Using the GetProcessList function of the sapcontrol utility, it can be seen that the indexserver and hdbxseengine have failover over and are now starting on the standby node.
13.07.2020 05:17:39 GetProcessList OK name, description, dispstatus, textstatus, starttime, elapsedtime, pid hdbdaemon, HDB Daemon, YELLOW, Initializing, 2020 07 13 05:01:49, 0:15:50, 6803 hdbcompileserver, HDB Compileserver, GREEN, Running, 2020 07 13 05:01:53, 0:15:46, 6863 hdbnameserver, HDB Nameserver, GREEN, Running, 2020 07 13 05:01:49, 0:15:50, 6821 hdbpreprocessor, HDB Preprocessor, GREEN, Running, 2020 07 13 05:01:53, 0:15:46, 6866 hdbwebdispatcher, HDB Web Dispatcher, GREEN, Running, 2020 07 13 05:01:54, 0:15:45, 6916 hdbindexserver, HDB Indexserver-SH1, YELLOW, Initializing, 2020 07 13 05:17:32, 0:00:07, 17024 hdbxsengine, HDB XSEngine-SH1, YELLOW, Initializing, 2020 07 13 05:17:32, 0:00:07, 17027
Manual System Failover for ActiveDR
The SAP HANA environment is configured as follows:
|
![]() |
For both Scale Up and Scale Out the initial configuration is the same as the configuration for ActiveCluster with the following exceptions :
- A different SID can be used on the source and target systems.

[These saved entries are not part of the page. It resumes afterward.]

import { afterAll, describe, expect, it } from 'vitest'
import request from 'supertest'
import { performance } from 'node:perf_hooks'
import { QueryTypes } from 'sequelize'
import nodemailer from 'nodemailer'

// Findings of our own break-in round (SECURITY.md "Findings of our own review"). Small budgets so the
// limit tests stay short; TRUST_PROXY lets each test speak from its own client address.
process.env.LOGIN_RATE_LIMIT = '4'
process.env.TRUST_PROXY = 'true'
const SECRET = 'attack-round-inbound-secret-0123456789'
process.env.INBOUND_EMAIL_SECRET = SECRET
const { client, closeTestApp, makeUser, signedIn, testApp, uniqueEmail } = await import('../helpers/api')
const { openCase } = await import('../helpers/cases')
const { setConfigForTests, loadConfig, config } = await import('../../server/config')
setConfigForTests(loadConfig())
const { db } = await import('../../server/db/sequelize')
const { INBOUND_SECRET_HEADER } = await import('../../server/routes/mail')
const { bcryptRounds, registerListener } = await import('../../server/services/auth')
const { startFakeSmtp } = await import('../../server/mail/fake-smtp')

afterAll(closeTestApp)

const sidOf = (res: request.Response) => (res.headers['set-cookie'] as unknown as string[] | undefined)?.find((c) => c.startsWith('rw.sid='))?.split(';')[0]

describe('session fixation: a password change renews the session id (OWASP session management)', () => {
  it('after POST /api/auth/password the old cookie no longer signs anyone in; the new one does', async () => {
    const u = await makeUser('listener')
    const agent = request.agent(testApp())
    const csrf = (await agent.get('/api/auth/csrf').expect(200)).body.token
    const before = sidOf(await agent.post('/api/auth/login').set('X-CSRF-Token', csrf).send({ email: u.email, password: u.password }).expect(200))
    expect(before).toBeDefined()
    const changed = await agent.post('/api/auth/password').set('X-CSRF-Token', csrf).send({ currentPassword: u.password, newPassword: 'quartz-meadow-lantern-58' }).expect(200)
    const after = sidOf(changed)
    expect(after).toBeDefined()
    expect(after).not.toBe(before)
    await request(testApp()).get('/api/auth/me').set('Cookie', before!).expect(401)
    expect((await request(testApp()).get('/api/auth/me').set('Cookie', after!).expect(200)).body.id).toBe(u.id)
    // the page goes on working with the CSRF token it has
    await agent.patch('/api/auth/preferences').set('X-CSRF-Token', csrf).send({ units: 'imperial' }).expect(200)
  })
})

describe('sign-up does not tell by its timing whether an address has an account', () => {
  // Same method as sign-in-timing.test.ts: the ratio of two medians at the production cost factor, not a
  // wall-clock bound. Before the fix a taken address answered without hashing (ratio far above 10).
  it('with the production cost factor, a taken address and a free one take alike (medians within a factor 1.6)', async () => {
    const before = process.env.NODE_ENV
    process.env.NODE_ENV = 'production'
    try {
      expect(bcryptRounds()).toBe(12)
      const taken = await makeUser('listener')
      const password = 'harbour-velvet-cinder-72'
      const time = async (email: string, ok: boolean) => {
        const t = performance.now()
        await registerListener({ email, name: 'Timing Listener', password }).then(() => expect(ok).toBe(true), (e) => expect((e as { code?: string }).code).toBe('email_taken'))
        return performance.now() - t
      }
      await time(uniqueEmail('warm'), true)
      const takenMs: number[] = []
      const freeMs: number[] = []
      for (let i = 0; i < 5; i++) {
        takenMs.push(await time(taken.email, false))
        freeMs.push(await time(uniqueEmail('free'), true))
      }
      const median = (xs: number[]) => [...xs].sort((a, b) => a - b)[Math.floor(xs.length / 2)]
      const ratio = median(freeMs) / median(takenMs)
      expect(ratio, `medians ${median(freeMs).toFixed(0)} ms (free) vs ${median(takenMs).toFixed(0)} ms (taken)`).toBeLessThan(1.6)
      expect(ratio).toBeGreaterThan(1 / 1.6)
    } finally {
      process.env.NODE_ENV = before
    }
  }, 120_000)
})

describe('the inbound reply webhook', () => {
  const post = (body: object, secret: string, from = '198.51.100.200') =>
    request(testApp()).post('/api/inbound/email').set(INBOUND_SECRET_HEADER, secret).set('X-Forwarded-For', from).send(body)

  it('refuses a reply from a switched-off listener (403 listener_inactive), by e-mail as on the web', async () => {
    const listener = await signedIn('listener')
    const { case: c } = await openCase(listener.c)
    const [{ reply_token: token }] = await db().query<{ reply_token: string }>('SELECT reply_token FROM cases WHERE id = $1', { bind: [c.id], type: QueryTypes.SELECT })
    const sup = await signedIn('supervisor')
    await sup.c.post(`/api/team/members/${listener.user.id}/deactivate`).expect(200)
    const res = await post({ to: `reply+${token}@${config().MAIL_REPLY_DOMAIN}`, from: listener.user.email, subject: 'Re: case', text: 'written after being switched off' }, SECRET).expect(403)
    expect(res.body.error.code).toBe('listener_inactive')
    const [{ n }] = await db().query<{ n: string }>('SELECT count(*) AS n FROM messages WHERE case_id = $1 AND body = $2', { bind: [c.id, 'written after being switched off'], type: QueryTypes.SELECT })
    expect(Number(n)).toBe(0)
  })

  it('a reply whose sender the receiving server found forged (RFC 8601 dmarc=fail, or spf=fail without dkim=pass) is held for the team, not posted as the listener', async () => {
    const listener = await signedIn('listener')
    const { case: c } = await openCase(listener.c)
    const [{ reply_token: token }] = await db().query<{ reply_token: string }>('SELECT reply_token FROM cases WHERE id = $1', { bind: [c.id], type: QueryTypes.SELECT })
    const to = `reply+${token}@${config().MAIL_REPLY_DOMAIN}`
    const forged = await post({ to, from: listener.user.email, subject: 'Re: case', text: 'Please send the panels to my new address', authenticationResults: `mx.example.net; spf=fail smtp.mailfrom=${listener.user.email}; dkim=none; dmarc=fail header.from=example.test` }, SECRET, '198.51.100.201').expect(403)
    expect(forged.body.error.code).toBe('sender_unverified')
    const softly = await post({ to, from: listener.user.email, subject: 'Re: case', text: 'SPF failed but the signature holds', authenticationResults: 'mx.example.net; spf=fail smtp.mailfrom=example.test; dkim=pass header.d=example.test' }, SECRET, '198.51.100.201').expect(201)
    expect(softly.body.accepted).toBe(true)
    const thread = (await listener.c.get(`/api/cases/${c.id}/messages`).expect(200)).body.messages as { body: string }[]
    expect(thread.some((m) => m.body.includes('new address'))).toBe(false)
    expect(thread.some((m) => m.body === 'SPF failed but the signature holds')).toBe(true)
    const advisor = await signedIn('advisor')
    const staffThread = (await advisor.c.get(`/api/cases/${c.id}/messages`).expect(200)).body.messages as { body: string; internal: boolean }[]
    expect(staffThread.find((m) => m.body.includes('new address'))).toMatchObject({ internal: true })
  })

  it('wrong secrets are limited per address (4 here, then 429); the right secret is never counted nor limited, even many at once', async () => {
    const body = { to: `reply+nothing@${config().MAIL_REPLY_DOMAIN}`, from: 'someone@example.test', subject: 'x', text: 'x' }
    for (let i = 0; i < 4; i++) await post(body, `guess-${i}-0123456789abcdef`, '203.0.113.90').expect(401)
    expect((await post(body, 'guess-4-0123456789abcdef', '203.0.113.90').expect(429)).body.error.code).toBe('rate_limited')
    // the provider behind the same address still gets through (403: no case has that token)
    await post(body, SECRET, '203.0.113.90').expect(403)
    // right-secret posts in flight together never count: afterwards the address still has its 4 wrong tries
    await Promise.all(Array.from({ length: 10 }, () => post(body, SECRET, '203.0.113.92').expect(403)))
    for (let i = 0; i < 4; i++) await post(body, `guess-${i}-0123456789abcdef`, '203.0.113.92').expect(401)
    await post(body, 'guess-4-0123456789abcdef', '203.0.113.92').expect(429)
  })
})

describe('a replayed inbound e-mail is taken in once per case (inbound_email_receipts, migration 0100)', () => {
  const post = (body: object, from = '198.51.100.210') =>
    request(testApp()).post('/api/inbound/email').set(INBOUND_SECRET_HEADER, SECRET).set('X-Forwarded-For', from).send(body)
  const caseWithToken = async () => {
    const listener = await signedIn('listener')
    const { case: c } = await openCase(listener.c)
    const [{ reply_token: token }] = await db().query<{ reply_token: string }>('SELECT reply_token FROM cases WHERE id = $1', { bind: [c.id], type: QueryTypes.SELECT })
    return { listener, caseId: c.id, to: `reply+${token}@${config().MAIL_REPLY_DOMAIN}` }
  }
  const count = async (caseId: string, body: string) => Number((await db().query<{ n: string }>('SELECT count(*) AS n FROM messages WHERE case_id = $1 AND body LIKE $2', { bind: [caseId, `%${body}%`], type: QueryTypes.SELECT }))[0].n)

  it('the same Message-ID posted again to the webhook answers 200 duplicate with the first message id and adds nothing (before: a second message)', async () => {
    const { listener, caseId, to } = await caseWithToken()
    const mail = { to, from: listener.user.email, subject: 'Re: your case', text: 'The panels went up on Saturday, the flutter is gone.', messageId: '<CAF7q-replay-41@mail.example.test>' }
    const first = await post(mail).expect(201)
    const again = await post(mail).expect(200)
    expect(again.body).toEqual({ accepted: true, caseId, messageId: first.body.messageId, duplicate: true })
    // the same id written differently (no angle brackets, folded) and another text is still the same e-mail
    await post({ ...mail, messageId: ' CAF7q-replay-41@mail.example.test ', text: 'tampered text' }).expect(200)
    expect(await count(caseId, 'panels went up on Saturday')).toBe(1)
    expect(await count(caseId, 'tampered text')).toBe(0)
    const events = await db().query<{ n: string }>("SELECT count(*) AS n FROM case_events WHERE case_id = $1 AND kind = 'message'", { bind: [caseId], type: QueryTypes.SELECT })
    expect(Number(events[0].n)).toBe(1)
    // another Message-ID is another e-mail
    await post({ ...mail, messageId: '<CAF7q-replay-42@mail.example.test>' }).expect(201)
    expect(await count(caseId, 'panels went up on Saturday')).toBe(2)
  })

  it('five deliveries of one e-mail at the same moment add one message (the unique constraint decides, not a prior read)', async () => {
    const { listener, caseId, to } = await caseWithToken()
    const mail = { to, from: listener.user.email, subject: 'Re: case', text: 'Concurrent replay of the bass trap answer', messageId: '<race-7731@mail.example.test>' }
    // each from its own address: the wrong-secret limiter counts every request until it is answered
    const answers = await Promise.all([1, 2, 3, 4, 5].map((i) => post(mail, `198.51.100.${220 + i}`)))
    expect(answers.map((a) => a.status).sort()).toEqual([200, 200, 200, 200, 201])
    expect(new Set(answers.map((a) => a.body.messageId)).size).toBe(1)
    expect(await count(caseId, 'Concurrent replay of the bass trap answer')).toBe(1)
  })

  it('without a Message-ID, the same headers and text count as the same e-mail (normalised hash); other words are a new one', async () => {
    const { listener, caseId, to } = await caseWithToken()
    const mail = { to, from: `Listener <${listener.user.email.toUpperCase()}>`, subject: 'Re:  the  case', date: 'Thu, 03 Dec 2026 09:12:00 +0000', text: 'No id here: the sofa moved 40 cm forward.' }
    await post(mail).expect(201)
    // CRLF line ends, trailing spaces, another spelling of the same Date and the address in another case: still the same e-mail
    await post({ ...mail, from: listener.user.email, subject: 'Re: the case', date: 'Thu, 3 Dec 2026 10:12:00 +0100', text: 'No id here: the sofa moved 40 cm forward.  \r\n' }).expect(200)
    expect(await count(caseId, 'sofa moved 40 cm forward')).toBe(1)
    await post({ ...mail, text: 'No id here: the sofa moved 60 cm forward.' }).expect(201)
    expect(await count(caseId, 'sofa moved 60 cm forward')).toBe(1)
  })

  it('a held e-mail from a stranger replayed is not held twice: the same 403 sender_mismatch, one internal note', async () => {
    const { caseId, to } = await caseWithToken()
    const mail = { to, from: 'stranger-replay@example.test', subject: 'Re: case', text: 'Send the panels to this other address', messageId: '<held-once@example.test>' }
    expect((await post(mail).expect(403)).body.error.code).toBe('sender_mismatch')
    expect((await post(mail).expect(403)).body.error.code).toBe('sender_mismatch')
    expect(await count(caseId, 'Send the panels to this other address')).toBe(1)
    const held = await db().query<{ n: string }>("SELECT count(*) AS n FROM case_events WHERE case_id = $1 AND kind = 'email-held'", { bind: [caseId], type: QueryTypes.SELECT })
    expect(Number(held[0].n)).toBe(1)
  })

  it('the same message delivered twice by SMTP (and once more through the webhook) is one message in the thread', async () => {
    const { listener, caseId, to } = await caseWithToken()
    const fake = await startFakeSmtp({ port: 0, host: '127.0.0.1' })
    try {
      const smtp = nodemailer.createTransport({ host: '127.0.0.1', port: fake.port, secure: false, ignoreTLS: true })
      const mail = { from: listener.user.email, to, subject: 'Re: case', text: 'Measured again after the rug: 4 dB less at 63 Hz.', messageId: '<smtp-twice-9@mail.example.test>' }
      await smtp.sendMail(mail)
      await smtp.sendMail(mail)
      await post({ ...mail }).expect(200)
    } finally {
      await fake.stop()
    }
    expect(await count(caseId, '4 dB less at 63 Hz')).toBe(1)
    const log = await db().query<{ status: string; reason: string | null; via: string }>('SELECT status, reason, via FROM inbound_email_log WHERE case_id = $1 ORDER BY id', { bind: [caseId], type: QueryTypes.SELECT })
    expect(log).toEqual([{ status: 'accepted', reason: null, via: 'smtp' }, { status: 'accepted', reason: 'duplicate', via: 'smtp' }, { status: 'accepted', reason: 'duplicate', via: 'webhook' }])
  })
})

describe('sign-up answers', () => {
  it('a taken address answers 409 email_taken and nothing about the account (no id, no name)', async () => {
    const taken = await makeUser('listener', 'Hidden Name Odalys')
    const c = await client()
    const res = await c.agent.post('/api/auth/register').set('X-CSRF-Token', c.csrf).set('X-Forwarded-For', '192.0.2.201').send({ email: taken.email, name: 'X Y', password: 'harbour-velvet-cinder-72' }).expect(409)
    expect(JSON.stringify(res.body)).not.toContain('Odalys')
    expect(JSON.stringify(res.body)).not.toContain(taken.id)
  })
})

- There are no preffered paths and the world wide names of the volumes will be different on Array 1 and Array 2. For Scale Out Scenarios the Storage section of the global.ini file will need to be updated with the correct volume names.
- To bring the SAP HANA instance up on the target array for failover or migration the following steps must be followed :
1. Stop the Source SAP HANA System
/usr/sap/hostctrl/exe/sapcontrol -nr <instance number> -function Stop
Wait until the instances have stopped on each system by using the following command:
/usr/sap/hostctrl/exe/sapcontrol -nr <instance number> -function GetProcessList
2. Unmount the log and data volumes
For a Scale Out environment each node should be checked to ensure no volumes are mounted.
umount <path to volume>
3. Demote the Source array POD
Do not demote the POD until all volumes in the POD have been unmounted from the operating system
On the source array execute the following :
purepod demote --quiesce <POD NAME>
Wait until the POD is listed as "demoted" on the source array before continuing.
4. Promote the Target array POD
On the target array execute the following :
purepod promote <POD NAME>
5. Connect the log and data volumes to the target system(s) , mount them to the relevant SAP HANA volume locations (Scale Up) or update the global.ini file as set out in the Scale Out Failover Process , Step 2 (Scale Out) and then start the instance.